在 AFF A800 上无法执行集群网络降级警报和接管
适用场景
- A800
- X1146A T62100-CR
问题描述
- 接收每日 " 集群网络已降级 " 警报
[cluster-01: vifmgr: callhome.clus.net.degraded:alert]: Call home for CLUSTER NETWORK DEGRADED: Total Packet Loss - Ping failures detected between cluster-01_clus2 ( 169.254.32.8 ) on cluster-01 and cluster-02_clus1 ( 169.254.99.167 ) on cluster-02
- 集群还会触发有关未同步 NVRAM 日志导致接管被禁用的警报
[cluster-01: statd: cf.takeover.disabled:alert]: HA mode, but takeover of partner is disabled due to reason : unsynchronized log.
- 在 EMS 日志中,我们会看到以下消息
[cluster-01: nvmm_mirror_sync: nvmm.mirror.aborting:debug]: mirror of sysid 1, partner_type HA Partner and mirror state NVMM_MIRROR_LAYOUT_SYNCING is aborted because of reason NVPM_ERR_MSG_SEND_FAILED.
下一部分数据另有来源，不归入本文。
//! One figure, two backends: the page's `<canvas>` and SVG text for the export buttons.
//!
//! Each wasm draw method builds its figure once (an eccaudit-plot figure value) and hands it to
//! [`on_canvas`] or [`to_svg`]; the drawing itself is eccaudit-plot's, so the canvas and the SVG
//! come from the very same code.

use eccaudit_plot::plotters::coord::Shift;
use eccaudit_plot::plotters::prelude::{DrawingArea, DrawingBackend, IntoDrawingArea, SVGBackend};
use eccaudit_plot::{
    BetaParameterFigure, BiasFigure, CornerFigure, DistributionFigure, DrawResult,
    EccentricityFigure, PeriodogramFigure, PhaseFoldFigure, PopulationDensityFigure, TraceFigure,
    VelocityFigure,
};
use plotters_backend::{
    BackendColor, BackendCoord, BackendStyle, BackendTextStyle, DrawingErrorKind,
};
use wasm_bindgen::JsValue;
use web_sys::{CanvasRenderingContext2d, HtmlCanvasElement};

use crate::canvas::{detached_text_context, measure_text, MeasuredCanvas};
use crate::js_error;

/// A figure of eccaudit-plot, drawable on any plotters backend.
pub(crate) trait Figure {
    /// Draw the figure on `area` with its eccaudit-plot drawing function.
    fn draw_on<DB: DrawingBackend>(&self, area: &DrawingArea<DB, Shift>) -> DrawResult<DB>;
}

macro_rules! figure {
    ($figure:ty, $draw:path) => {
        impl Figure for $figure {
            fn draw_on<DB: DrawingBackend>(&self, area: &DrawingArea<DB, Shift>) -> DrawResult<DB> {
                $draw(area, self)
            }
        }
    };
}

figure!(VelocityFigure, eccaudit_plot::draw_velocities);
figure!(PeriodogramFigure, eccaudit_plot::draw_periodogram);
figure!(PhaseFoldFigure, eccaudit_plot::draw_phase_fold);
figure!(BiasFigure, eccaudit_plot::draw_bias_curve);
figure!(DistributionFigure, eccaudit_plot::draw_distributions);
figure!(
    EccentricityFigure,
    eccaudit_plot::draw_eccentricity_posteriors
);
figure!(CornerFigure, eccaudit_plot::draw_corner);
figure!(TraceFigure, eccaudit_plot::draw_traces);
figure!(
    PopulationDensityFigure,
    eccaudit_plot::draw_population_density
);
figure!(BetaParameterFigure, eccaudit_plot::draw_beta_parameters);

/// Draw `figure` on `canvas` at the canvas's size.
pub(crate) fn on_canvas(figure: &impl Figure, canvas: HtmlCanvasElement) -> Result<(), JsValue> {
    let backend = MeasuredCanvas::new(canvas)
        .ok_or_else(|| js_error("the canvas has no 2-D drawing context"))?;
    figure
        .draw_on(&backend.into_drawing_area())
        .map_err(js_error)
}

/// Draw `figure` on `canvas` after setting the canvas to `width` × `height` pixels.
pub(crate) fn on_sized_canvas(
    figure: &impl Figure,
    canvas: HtmlCanvasElement,
    (width, height): (u32, u32),
) -> Result<(), JsValue> {
    canvas.set_width(width);
    canvas.set_height(height);
    on_canvas(figure, canvas)
}

/// The SVG text of `figure` drawn at `width` × `height` pixels.
pub(crate) fn to_svg(figure: &impl Figure, width: u32, height: u32) -> Result<String, JsValue> {
    if width == 0 || height == 0 {
        return Err(js_error(format!(
            "an SVG of {width} × {height} pixels has nothing to draw on"
        )));
    }
    let mut text = String::new();
    {
        let backend = MeasuredSvg {
            inner: SVGBackend::with_string(&mut text, (width, height)),
            context: detached_text_context(),
        };
        let area = backend.into_drawing_area();
        figure.draw_on(&area).map_err(js_error)?;
        area.present().map_err(js_error)?;
    }
    Ok(text)
}

/// plotters' SVG backend with text measured by a canvas 2-D context, as [`MeasuredCanvas`]: in
/// the browser plotters would otherwise measure text with a styled `<span>`, which the page's
/// Content-Security-Policy refuses. Every drawing call goes to the SVG backend unchanged.
struct MeasuredSvg<'a> {
    inner: SVGBackend<'a>,
    context: Option<CanvasRenderingContext2d>,
}

type SvgError = <SVGBackend<'static> as DrawingBackend>::ErrorType;

impl DrawingBackend for MeasuredSvg<'_> {
    type ErrorType = SvgError;

    fn get_size(&self) -> (u32, u32) {
        self.inner.get_size()
    }

    fn ensure_prepared(&mut self) -> Result<(), DrawingErrorKind<SvgError>> {
        self.inner.ensure_prepared()
    }

    fn present(&mut self) -> Result<(), DrawingErrorKind<SvgError>> {
        self.inner.present()
    }

    fn draw_pixel(
        &mut self,
        point: BackendCoord,
        color: BackendColor,
    ) -> Result<(), DrawingErrorKind<SvgError>> {
        self.inner.draw_pixel(point, color)
    }

    fn draw_line<S: BackendStyle>(
        &mut self,
        from: BackendCoord,
        to: BackendCoord,
        style: &S,
    ) -> Result<(), DrawingErrorKind<SvgError>> {
        self.inner.draw_line(from, to, style)
    }

    fn draw_rect<S: BackendStyle>(
        &mut self,
        upper_left: BackendCoord,
        bottom_right: BackendCoord,
        style: &S,
        fill: bool,
    ) -> Result<(), DrawingErrorKind<SvgError>> {
        self.inner.draw_rect(upper_left, bottom_right, style, fill)
    }

    fn draw_path<S: BackendStyle, I: IntoIterator<Item = BackendCoord>>(
        &mut self,
        path: I,
        style: &S,
    ) -> Result<(), DrawingErrorKind<SvgError>> {
        self.inner.draw_path(path, style)
    }

    fn fill_polygon<S: BackendStyle, I: IntoIterator<Item = BackendCoord>>(
        &mut self,
        vert: I,
        style: &S,
    ) -> Result<(), DrawingErrorKind<SvgError>> {
        self.inner.fill_polygon(vert, style)
    }

    fn draw_circle<S: BackendStyle>(
        &mut self,
        center: BackendCoord,
        radius: u32,
        style: &S,
        fill: bool,
    ) -> Result<(), DrawingErrorKind<SvgError>> {
        self.inner.draw_circle(center, radius, style, fill)
    }

    fn draw_text<S: BackendTextStyle>(
        &mut self,
        text: &str,
        style: &S,
        pos: BackendCoord,
    ) -> Result<(), DrawingErrorKind<SvgError>> {
        self.inner.draw_text(text, style, pos)
    }

    fn estimate_text_size<S: BackendTextStyle>(
        &self,
        text: &str,
        style: &S,
    ) -> Result<(u32, u32), DrawingErrorKind<SvgError>> {
        Ok(measure_text(self.context.as_ref(), text, style))
    }
}

#[cfg(test)]
mod tests {
    use super::*;
    use eccaudit_plot::VelocitySeries;

    #[test]
    fn svg_of_a_velocity_figure_names_the_instrument_and_draws_each_point() {
        let figure = VelocityFigure {
            series: vec![VelocitySeries {
                name: "spectrograph-A".into(),
                time: vec![0.0, 1.0, 2.0],
                velocity: vec![1.0, -1.0, 0.5],
                uncertainty: vec![0.1, 0.1, 0.1],
            }],
            curve: None,
            time_label: "BJD".into(),
        };
        let svg = to_svg(&figure, 400, 300).unwrap();
        assert!(svg.starts_with("<svg"));
        assert!(svg.contains("spectrograph-A"));
        assert!(svg.matches("<circle").count() >= 3);
    }
}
[cluster-01: nvmm_error: nvmm.mirror.aborting:debug]: mirror of sysid 1, partner_type HA Partner and mirror state NVMM_MIRROR_OFFLINE is aborted because of reason NVMM_ABORT_SYNCING_MIRROR.
[cluster-01: nvmm_helper: nvpm.state.changed:debug]: Node 1's NVPM state changed from "2" to "2".
- 在看到以下消息后,这些警报将开始触发
[cluster-01: intr: netif.fatal.err:alert]: The network device in slot 1 encountered fatal error e1a/e1b.